# Markov Chains in Oolong

Oolong uses Markov chains to randomly generate words. This is the same probability model that many predictive services are based on, such as the word prediction on your phone’s keyboard. The underlying concept of Markov chains is simple: the probability of every possible next value can be determined from the current value, but this section will go more into detail about how Oolong uses Markov chains. You can also generate words step-by-step in Oolong using the “Next Step” button if you’d like a better understanding of the process.

## Example 1

First, consider a very simple case: an Markov chain built using a two input words with an order of 1, meaning to only look at the last letter when deciding the next letter. In this example, let’s use the words `hello`

and `oolong`

. If you want to try this in Oolong make sure to set your order to 1 and your data type to “Words”, then type `hello oolong`

into the text input and select the “Update from Text” button.

- One word starts with an
`h`

, while the other starts with an`o`

, so there is a 1⁄2 chance of choosing an`h`

first, and a 1⁄2 chance of choosing an`o`

. For this example, we’ll start with`h`

. - Every time there’s an
`h`

, it is followed by an`e`

, so there is a 100% chance that the next letter in our word is an`e`

. - Our current word is
`he`

, but since this is a Markov chain with an order of 1 we only look at the last letter. Every`e`

is followed by an`l`

, so the next letter in our word is`l`

. - There are three
`l`

s in our input: one is followed by another`l`

while the other two are followed by an`o`

, so there is a 1⁄3 chance of the next letter being an`l`

and a 2⁄3 chance of the next letter being an`o`

. We’ll go with the more likely option and choose`o`

. - Again, there are three
`o`

s in our input: one is followed by another`o`

, one is followed by an`n`

, and the word ends after the other one. This gives a 1⁄3 chance of the next letter being`o`

, a 1⁄3 chance to be`n`

, and a 1⁄3 chance for the word to end here. Let’s choose`n`

. - Every
`n`

is followed by a`g`

, so the next letter will be`g`

. - Every time there is a
`g`

, the word ends, so there is a 100% chance that our word will end. - This gives us our final word:
`helong`

.

## Example 2

Let’s try another example, this time with an order of 3 using the words `tree`

, `eels`

, and `reeler`

. Remember to set the order to 3 and the data type to “Words” if you want to step through this in Oolong, then type `tree eels reeler`

into the text input and select “Update from Text”.

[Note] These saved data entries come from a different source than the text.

"""Invented part numbers stay invented, and every help example runs on the bundled catalogs.

A designer who meets "SB340" or "2N7002" in a BOM may take it for the real part. The bundled
catalogs, the test data, the generators and the help texts therefore use this project's own
scheme (``TS-ZK40-3A0B``: maker, family letters, voltage, current, package letter) and this
file rejects the common real rectifier and transistor type-code patterns in all of them.
"""

from __future__ import annotations

import re
import shlex
import shutil
import sys
from pathlib import Path

import pytest
from typer.main import get_command

from partpick.catalog.importer import import_catalog
from partpick.cli import app

ROOT = Path(__file__).resolve().parent.parent
sys.path.insert(0, str(ROOT / "scripts"))

# Common real type-code families, written as patterns a part number may not contain.
# common practice, no published source: the prefixes below are the widely sold rectifier and
# small-signal / power transistor families (JEDEC 1N/2N registrations, the SMA/SMB "S1A" and
# "SS34" rectifier codes, "SB340"-style Schottky codes, "MBR" and the vendor MOSFET prefixes).
REAL_TYPE_CODES = [
    r"1N\d{3,4}",  # JEDEC diode registrations: 1N4148, 1N5819
    r"2N\d{3,4}",  # JEDEC transistor registrations: 2N7002, 2N3904
    r"(?<![A-Z])S[1-3][A-M](?![A-Z])",  # S1A ... S3M rectifiers
    r"(?<![A-Z])[ERU]S[1-3][A-M]",  # ES1D, RS2J, US1M
    r"SS\d{2}",  # SS14, SS34
    r"SK\d{2}",  # SK24, SK34
    r"SB\d{2,}",  # SB340, SB3040, SB5100
    r"(?<![A-Z])B[1-5]\d0(?!\d)",  # B340, B540
    r"MBR",
    r"MUR\d",
    r"STPS",
    r"SBR\d",
    r"PMEG",
    r"(?<![A-Z])UF\d",  # UF4007
    r"(?<![A-Z])FR\d",  # FR107, FR2J
    r"HER\d",
    r"(?<![A-Z])GP\d",  # GP10
    r"(?<![A-Z])SR\d{2}",  # SR260
    r"BA[STVW]\d",  # BAT54, BAS16, BAV99, BAW56
    r"BS[SCZ]\d",  # BSS138, BSC010
    r"IR[FL]",  # IRF540, IRLML2502
    r"AO[NDI]?\d{3,4}",  # AO3400, AON6260
    r"SI[RS]?\d{4}",  # SI2302, SIR826
    r"FD[NSDMP]\d",  # FDN337, FDS6680
    r"DM[NPG]\d",  # DMN3404, DMG2302
    r"NT[RDM]\d",  # NTR4003, NTD5867
    r"PMV\d",
    r"CSD\d",
    r"BUK\d",
    r"(?<![A-Z])IP[DPB]\d",  # IPD, IPP, IPB
    r"(?<![A-Z])ST[PDFN]\d",  # STP, STD, STF, STN
]
PATTERN = re.compile("|".join(f"(?:{p})" for p in REAL_TYPE_CODES), re.IGNORECASE)


def read_any(path: Path) -> str:
    """Return a text file's contents in whichever of the bundled encodings it uses."""
    data = path.read_bytes()
    for encoding in ("utf-8", "utf-16", "cp1252"):
        try:
            return data.decode(encoding)
        except UnicodeDecodeError:
            continue
    raise AssertionError(f"{path} is in none of the expected encodings")


def part_numbers(text: str) -> list[str]:
    """Return every token of a text that looks like a part number (letters and digits)."""
    tokens = re.findall(r"[A-Za-z0-9][A-Za-z0-9._/-]*", text)
    return [t for t in tokens if re.search(r"\d", t) and re.search(r"[A-Za-z]", t)]


def offenders(text: str) -> list[str]:
    return sorted({t for t in part_numbers(text) if PATTERN.search(t)})


DATA_FILES = sorted(
    p
    for folder in (ROOT / "catalogs", ROOT / "tests" / "data")
    for p in folder.rglob("*")
    if p.is_file() and p.suffix in {".csv", ".tsv", ".toml", ".md"} and "broken" not in p.parts
) + [ROOT / "README.md", ROOT / "DEVELOPERS.md"]


@pytest.mark.parametrize(
    "text",
    [
        "SB340",
        "TS-SB3040B",
        "KD-S1A60W",
        "SS34",
        "1N5819",
        "MBRS340",
        "ES1D",
        "US1M",
        "BAT54S",
        "2N7002",
        "BSS138",
        "IRLML2502",
        "AO3400A",
        "SI2302",
        "NTR-N40 NTR4003",
    ],
)
def test_the_patterns_catch_real_type_codes(text):
    # the example codes are the issue's own list of families to reject
    assert offenders(text), text


@pytest.mark.parametrize(
    "text",
    [
        "TS-ZK40-3A0B",
        "OM-ZC1200-10AT",
        "TS-QN40-8Q",
        "HCW-PR1265-150M",
        "OPC-1210S-106M50",
        "SOD-123F",
        "SOT-23-6",
        "DFN3x3",
        "TO-252",
        "40 V 3 A SMB",
    ],
)
def test_the_patterns_leave_the_project_scheme_alone(text):
    assert not offenders(text), text


@pytest.mark.parametrize("path", DATA_FILES, ids=lambda p: str(p.relative_to(ROOT)))
def test_no_bundled_or_test_part_number_contains_a_real_type_code(path):
    assert offenders(read_any(path)) == []


@pytest.mark.parametrize("kind", ["inductor", "capacitor", "diode", "mosfet"])
def test_generated_catalogs_use_the_project_scheme(kind):
    from catalog_gen import generate

    frame = generate(kind, rows=3000, seed=7)
    # the last six characters are a scrambled serial that only makes numbers unique
    schemes = {m[:-6] for m in frame[frame.columns[0]].astype(str)}
    assert sorted(s for s in schemes if PATTERN.search(s)) == []


def help_examples() -> list[tuple[str, str]]:
    """Return (command, example line) for each "Example:" in a command's help text."""
    found = []
    for name, command in get_command(app).commands.items():  # type: ignore[attr-defined]
        text = " ".join((command.help or "").split())
        for example in re.findall(r"Example: (partpick .*?)(?:$|(?= [A-Z][a-z]))", text):
            found.append((name, example))
    return found


def test_every_help_text_example_has_no_real_type_code():
    examples = help_examples()
    assert {name for name, _ in examples} >= {"stress", "pick", "bom", "verify"}
    assert offenders(" ".join(e for _, e in examples)) == []


@pytest.fixture(scope="module")
def bundled_db(tmp_path_factory) -> str:
    db = str(tmp_path_factory.mktemp("bundled") / "parts.db")
    for kind, name in [
        ("inductor", "inductors"),
        ("capacitor", "capacitors"),
        ("diode", "diodes"),
        ("mosfet", "mosfets"),
    ]:
        import_catalog(db, [ROOT / "catalogs" / f"{name}.csv"], kind)
    return db


@pytest.mark.parametrize("name,example", help_examples(), ids=lambda v: str(v)[:40])
def test_every_help_example_runs_on_the_bundled_catalogs(
    name, example, bundled_db, runner, tmp_path, monkeypatch
):
    shutil.copytree(ROOT / "catalogs" / "scenarios", tmp_path / "catalogs" / "scenarios")
    monkeypatch.chdir(tmp_path)
    monkeypatch.setenv("PARTPICK_DB", bundled_db)
    result = runner.invoke(app, shlex.split(example)[1:])
    assert result.exit_code == 0, result.output
    for written in re.findall(r"--(?:output|plot) (\S+)", example):
        assert (tmp_path / written).stat().st_size > 0, written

- There is a 1⁄3 chance to start with each of
`t`

,`e`

, or`r`

. Let’s pick`r`

for this example. - The order is 3, but we only have one letter in our word, so we should still only consider the starts of words. The only time there is an
`r`

at the start of a word, it is followed by an`e`

, so our next letter is`e`

. Note that we ignore the`r`

at the end of`reeler`

. - Now we have two letters, but an order of 3, so like last step we will still only look at the start of words. The only time
`re`

occurs at the start of a word is in`reeler`

, so the next letter will be an`e`

. - Currently, we have
`ree`

. This is three characters, so we can now look beyond the start of words.`ree`

occurs once in`tree`

and once in`reeler`

, so there is a 1⁄2 chance of the word ending and a 1⁄2 chance of the next letter being`l`

. Let’s choose`l`

. - Our word is now
`reel`

, which is longer than our order of 3, so we only look at the last three letters:`eel`

.`eel`

occurs in`eels`

and`reeler`

, meaning that there is a 1⁄2 chance of our next letter being an`s`

and a 1⁄2 chance of the next letter being an`e`

. Let’s choose`s`

. - Finally, we look at the last 3 letters of
`reels`

, which gives us`els`

. This only occurs at the end`eels`

, so our word has a 100% chance of ending. - This gives us our final word:
`reels`

.

## Summary

These examples are brief, and just designed to show the concept of Markov chains and how they can be used to randomly generate words. Oolong typically works on inputs of thousands of words, where there are many more possibilities and where manually working out Markov chains would be a huge amount of work.

Some other things worth noting when using Oolong are that you can never have a unique word with fewer letters than the order. Setting the order too high will result in words being either similar or identical to words in the data source, while a low order will produce very random and nonsense words have little resemblance to the input. Finding a good balance may take a few tries, but starting with and order between 3 and 6 will usually produce good results.